Even as the failure of authorities in Florida to arrest the killer of 17-year-old African-American Trayvon Martin continues to stoke the fires of righteous anger at racism, another killing has taken place that has touched a nerve of outrage and solidarity around the U.S.

This time it happened in the Southern California city of El Cajon, a suburb of San Diego that is home to some 50,000 people from Middle Eastern countries, second only to Detroit in that population. This time the victim was a 32-year-old woman. Her name was Shaima Alawadi, an Iraqi immigrant, a devout Muslim and the mother of five children.

On March 21, Alawadi was discovered by her 17-year-old daughter Fatima on the family’s dining room floor, bleeding profusely after being severely beaten with what police say was a tire iron. A note was found which read, “Go back to your country, you terrorist.” Several weeks before the attack, a note stating the same sentiment was found at the family’s house, but Alawadi had dismissed it as the doings of misguided youth. Despite the notes, so far police and the FBI have not declared it a hate crime, even though doing so would give the federal agency, which has persecuted many Muslims since 9/11, more powers in the investigation.

On March 24, Alawadi died after being removed from life support. She was buried in her homeland on March 31.

At least two members of El Cajon’s Muslim community have reported receiving threatening phone calls since Alawadi’s death, according to Sadaf Hane, civil rights director of the San Diego chapter of the Council on American-Islamic Relations.

Incidents of bias and racism toward Muslims and peoples of Middle Eastern origin are on the increase. In 2011, the number of anti-Muslim hate groups tripled to 30, according to the Southern Poverty Law Center, which monitors hate groups and documents Civil Rights abuses. FBI data show 186 separate bias crimes against Muslims in 2010, the highest number in five years. (msn.com, March 31) Bias crimes and threats are also largely underreported by the Muslim community.

But people in the community and around the country are raising their voices to demand justice. Vigils and rallies have been held around the U.S. in solidarity with Alawadi’s family, including a candlelight vigil March 28 outside Alawadi’s home.

‘Hoodies and hijabs for justice’

“Hoodies and hijabs rallies for justice” — referring to the garb worn by Trayvon Martin and the traditional headscarf worn by Alawadi and other Muslim women — took place at several college campuses around the U.S. on March 29, including at the University of North Carolina at Chapel Hill and Queens College in New York.

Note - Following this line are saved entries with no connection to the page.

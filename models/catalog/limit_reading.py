"""From the TOML form of a harmonic limit table to `LimitTable`."""

from __future__ import annotations

import math
from collections.abc import Iterable, Mapping
from typing import Any

from models.catalog.limits import LimitBand, LimitTable
from models.catalog.reading import Problems, RawPart

BASES = ("rated current", "demand current", "absolute ampere", "fundamental voltage")
_TABLE_KEYS = (
    "name", "basis", "origin", "total_limit", "total_name", "odd", "even", "replaces",
    "current_range_a", "ratio_range", "phases",
)  # fmt: skip
_BAND_KEYS = ("orders", "limit", "over_order", "multiples", "share_of_odd")
_MULTIPLES = ("any", "of three", "not of three")


def limit_tables_of(raws: Iterable[RawPart], problems: Problems) -> tuple[LimitTable, ...]:
    """Limit tables in file order; faults are added to `problems`."""
    tables: dict[str, LimitTable] = {}
    for raw in raws:
        before = len(problems.messages)
        _check_table(raw, problems)
        if raw.name in tables and raw.entries.get("replaces") is not True:
            problems.add(raw, "there is such a table already; rename it, or say replaces = true")
        if len(problems.messages) == before:
            tables[raw.name] = _table(raw)
    return tuple(tables.values())


def _check_table(raw: RawPart, problems: Problems) -> None:
    entries = raw.entries
    for key in entries:
        if key not in _TABLE_KEYS:
            problems.add(raw, f"unknown key {key!r}; known are {', '.join(_TABLE_KEYS)}")
    for key in ("name", "basis", "origin"):
        if not isinstance(entries.get(key), str) or not entries[key].strip():
            problems.add(raw, f"{key} is missing, or not a text")
    if entries.get("basis") not in BASES:
        problems.add(raw, f"basis must be one of {', '.join(map(repr, BASES))}, got {entries.get('basis')!r}")
    if not _is_positive(entries.get("total_limit", math.inf)):
        problems.add(raw, f"total_limit must be greater than zero, got {entries['total_limit']!r}")
    for key in ("current_range_a", "ratio_range"):
        ends = entries.get(key, [0.0, 1.0])
        if not (isinstance(ends, list) and len(ends) == 2 and 0.0 <= ends[0] < ends[1]):
            problems.add(raw, f"{key} must be [above, up to], got {ends!r}")
    if entries.get("phases", 0) not in (0, 1, 3):
        problems.add(raw, f"phases must be 1 or 3, got {entries['phases']!r}")
    for parity in ("odd", "even"):
        for band in entries.get(parity, []):
            _check_band(raw, parity, band, problems)


def _check_band(raw: RawPart, parity: str, band: Mapping[str, Any], problems: Problems) -> None:
    for key in band:
        if key not in _BAND_KEYS:
            problems.add(raw, f"{parity} band: unknown key {key!r}; known are {', '.join(_BAND_KEYS)}")
    orders = band.get("orders")
    if not (isinstance(orders, list) and len(orders) == 2 and 0 < orders[0] <= orders[1]):
        problems.add(raw, f"{parity} band: orders must be [first, last], got {orders!r}")
    if band.get("multiples", "any") not in _MULTIPLES:
        problems.add(raw, f"{parity} band {orders}: multiples must be one of {', '.join(_MULTIPLES)}")
    if not any(_is_positive(band.get(key)) for key in ("limit", "over_order", "share_of_odd")):
        problems.add(raw, f"{parity} band {orders}: needs a limit greater than zero")


def _is_positive(value: Any) -> bool:
    return isinstance(value, int | float) and not isinstance(value, bool) and value > 0.0


def _table(raw: RawPart) -> LimitTable:
    entries = raw.entries
    odd = [_band("odd", band) for band in entries.get("odd", [])]
    even = [
        made
        for band in entries.get("even", [])
        for made in (_shares(band, odd) if "share_of_odd" in band else [_band("even", band)])
    ]
    return LimitTable(
        name=raw.name,
        basis=entries["basis"],
        bands=(*odd, *even),
        total_limit=float(entries.get("total_limit", math.inf)),
        total_name=str(entries.get("total_name", "")),
        current_range_a=_ends(entries.get("current_range_a")),
        ratio_range=_ends(entries.get("ratio_range")),
        phases=int(entries.get("phases", 0)),
        origin={"table": entries["origin"]},
    )


def _ends(given: list[float] | None) -> tuple[float, float]:
    return (float(given[0]), float(given[1])) if given else (0.0, math.inf)


def _band(parity: Any, band: Mapping[str, Any]) -> LimitBand:
    first, last = band["orders"]
    return LimitBand(
        parity,
        int(first),
        int(last),
        float(band.get("limit", 0.0)),
        float(band.get("over_order", 0.0)),
        band.get("multiples", "any"),
    )


def _shares(band: Mapping[str, Any], odd: Iterable[LimitBand]) -> list[LimitBand]:
    """Even bands as a share of the odd limit of the range they lie in."""
    first, last = band["orders"]
    share = float(band["share_of_odd"])
    return [
        LimitBand("even", max(first, o.order_min), min(last, o.order_max), share * o.constant)
        for o in odd
        if o.order_max >= first and o.order_min <= last
    ]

The cases of Martin and Alawadi have been linked increasingly on social media, including the popular Twitter hashtag #hoodiesandhijabs. Hashtags #RIPTrayvonMartin and #RIPShaima are showing up together in hundreds of messages such as “hoodie or hijab — this must stop.” The Facebook page “One Million Hijabs for Shaima Alawadi” surpassed 10,000 “likes” on April 2.

At the vigil in El Cajon, Alawadi’s 15-year-old son Muhammed stated as he wept, “My condolences go out to the family of Trayvon. My candle goes out to you as well.” (Reuters, March 29)

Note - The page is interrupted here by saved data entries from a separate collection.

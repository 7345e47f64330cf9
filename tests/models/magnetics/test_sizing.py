"""First sizing: the core ladder, and builds that meet what was asked of them."""

from __future__ import annotations

from typing import Any

import numpy as np
import pytest

from models.catalog import Catalog
from models.magnetics.build import build
from models.magnetics.gap import gap_for_inductance, powder_inductance
from models.magnetics.sizing import (
    STACK_LIMIT,
    CoreLadder,
    core_ladder,
    fitting_families,
    materials_in,
    size_inductor,
)


@pytest.fixture(scope="module")
def ladder(catalog: Catalog) -> CoreLadder:
    return core_ladder(catalog, fitting_families(catalog, 1))


def sized(catalog: Catalog, ladder: CoreLadder, material: int, **changed: Any) -> Any:
    asked = {
        "inductance": 4e-4,
        "peak_current": 30.0,
        "rms_current": 20.0,
        "size_factor": 1.5,
        "flux_use": 0.8,
        "window_use": 0.7,
    } | changed
    values = {name: np.array([value]) for name, value in asked.items()}
    return size_inductor(
        catalog, ladder, np.array([material]), np.array([0]), **values, saturation_use=0.85, wall=1.5e-3
    )


def kind(catalog: Catalog, name: str) -> list[int]:
    return [i for i, part in enumerate(catalog.core_materials) if part.kind == name]


def test_ladder_rises_and_stays_within_the_materials_families(catalog: Catalog, ladder: CoreLadder) -> None:
    for place, material in enumerate(catalog.core_materials):
        assert np.all(np.diff(ladder.area_product[place]) >= 0.0)
        for shape, stack in zip(ladder.shape[place], ladder.stack[place], strict=True):
            part = catalog.core_shapes[shape]
            assert part.family in material.families
            assert 1 <= stack <= (STACK_LIMIT if part.stackable else 1)
            product = part.area_m2 * material.area_factor * stack * part.window_area_m2
            assert product in ladder.area_product[place]


def test_no_rung_is_both_larger_and_weaker_than_another(catalog: Catalog, ladder: CoreLadder) -> None:
    """Boxed volume rises with the area product along every ladder."""
    for place in range(len(catalog.core_materials)):
        rungs = [
            (int(shape), int(stack))
            for shape, stack in zip(ladder.shape[place], ladder.stack[place], strict=True)
        ]
        unique = list(dict.fromkeys(rungs))
        volumes = []
        for shape, stack in unique:
            part = catalog.core_shapes[shape]
            volumes.append(
                part.box_volume_m3
                * (1.0 + (stack - 1) * 1.17 * part.stack_depth_m / part.box_volume_m3 ** (1 / 3))
            )
        assert np.all(np.diff(volumes) > 0.0), catalog.core_materials[place].name


def test_gapped_core_uses_no_more_than_the_flux_asked_for(catalog: Catalog, ladder: CoreLadder) -> None:
    for material in kind(catalog, "gapped"):
        for use in (0.3, 0.8, 1.0):
            chosen = sized(catalog, ladder, material, flux_use=use)
            found = build(catalog, chosen, 1.5e-3)
            flux = 4e-4 * 30.0 / (found.turns * found.area)
            assert flux <= use * 0.85 * catalog.core_materials[material].saturation_t * (1.0 + 1e-9)
            one_less = 4e-4 * 30.0 / ((found.turns - 1.0) * found.area)
            assert one_less > use * 0.85 * catalog.core_materials[material].saturation_t * (1.0 - 1e-9)


def test_gapped_core_can_have_its_gap(catalog: Catalog, ladder: CoreLadder) -> None:
    for material in kind(catalog, "gapped"):
        found = build(catalog, sized(catalog, ladder, material), 1.5e-3)
        gap, _ = gap_for_inductance(
            found.turns,
            np.array([4e-4]),
            found.area,
            found.path,
            found.material.initial_permeability,
            found.breadth * found.coils,
            found.coils,
            2e-3,
        )
        assert gap > 0.0


def test_powder_core_reaches_the_inductance_at_peak_current_where_the_core_is_large_enough(
    catalog: Catalog, ladder: CoreLadder
) -> None:
    reached = []
    for material in kind(catalog, "powder"):
        part = catalog.core_materials[material]
        found = build(catalog, sized(catalog, ladder, material, size_factor=6.0, inductance=1e-4), 1.5e-3)
        core = (part.initial_permeability, part.rolloff_field_a_per_m, part.rolloff_exponent)
        at_peak = powder_inductance(
            found.turns, np.array([30.0]), found.area, found.path, *(np.array([value]) for value in core)
        )
        reached.append(float(at_peak[0]) >= 1e-4 * 0.999)
    assert np.mean(reached) > 0.8


def test_copper_fills_the_share_of_the_window(catalog: Catalog, ladder: CoreLadder) -> None:
    foil_free = [i for i, part in enumerate(catalog.conductors) if part.kind == "round"]
    chosen = sized(catalog, ladder, kind(catalog, "gapped")[0], window_use=0.6)
    assert foil_free
    assert build(catalog, chosen, 1.5e-3).window_fill == pytest.approx(0.6, rel=0.1)


def test_larger_factor_never_gives_a_smaller_core(catalog: Catalog, ladder: CoreLadder) -> None:
    for material in range(len(catalog.core_materials)):
        boxes = [
            build(catalog, sized(catalog, ladder, material, size_factor=factor), 1.5e-3).box_volume[0]
            for factor in (0.5, 1.0, 2.0, 4.0, 8.0)
        ]
        assert np.all(np.diff(boxes) >= 0.0)


def test_only_families_asked_for_are_on_the_ladder(catalog: Catalog) -> None:
    toroids = frozenset({"toroid powder"})
    ladder = core_ladder(catalog, toroids)
    usable = materials_in(catalog, toroids)
    assert {catalog.core_materials[index].kind for index in usable} == {"powder"}
    assert {catalog.core_shapes[shape].family for shape in ladder.shape[usable].ravel()} == toroids
    ferrite = catalog.core_materials.index("MnZn ferrite 25-200 kHz")
    assert ferrite not in usable
    assert ladder.area_product[ferrite].max() == 0.0  # nothing on it carries anything


def test_three_limbs_are_for_three_phases(catalog: Catalog) -> None:
    assert "three-limb" in fitting_families(catalog, 3)
    assert fitting_families(catalog, 1) == fitting_families(catalog, 3) - {"three-limb"}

Since the attacks in 2001 on the World Trade Center, the U.S. ruling class of capitalists and bankers has blamed “terrorism” on oppressed peoples around the world, particularly in Arab and Muslim countries. This charge was used to justify the long, bloody U.S.-led wars and occupations in Afghanistan and Iraq. Some 5 million Iraqis — 18 percent to 20 percent of Iraq’s entire population — became refugees, with 2 million dispersed around the world and 3 million internally displaced. The FBI has infiltrated mosques and organizations and framed up hundreds of innocent Muslims in the U.S. on false and manufactured charges.

It is within the context of imperialist wars and occupations, racism and national oppression, chauvinism and religious bigotry — all of it cultivated and promoted by the capitalist ruling class, or the 1%, as those in the Occupy Wall Street movement refer to them — that the killings of both Martin and Alawadi must be placed. A growing people’s movement against racism will help unite the 99% to fight back against the capitalist system that is the root of all racism, oppression and exploitation.

Justice for Shaima Alawadi! Justice for Trayvon Martin!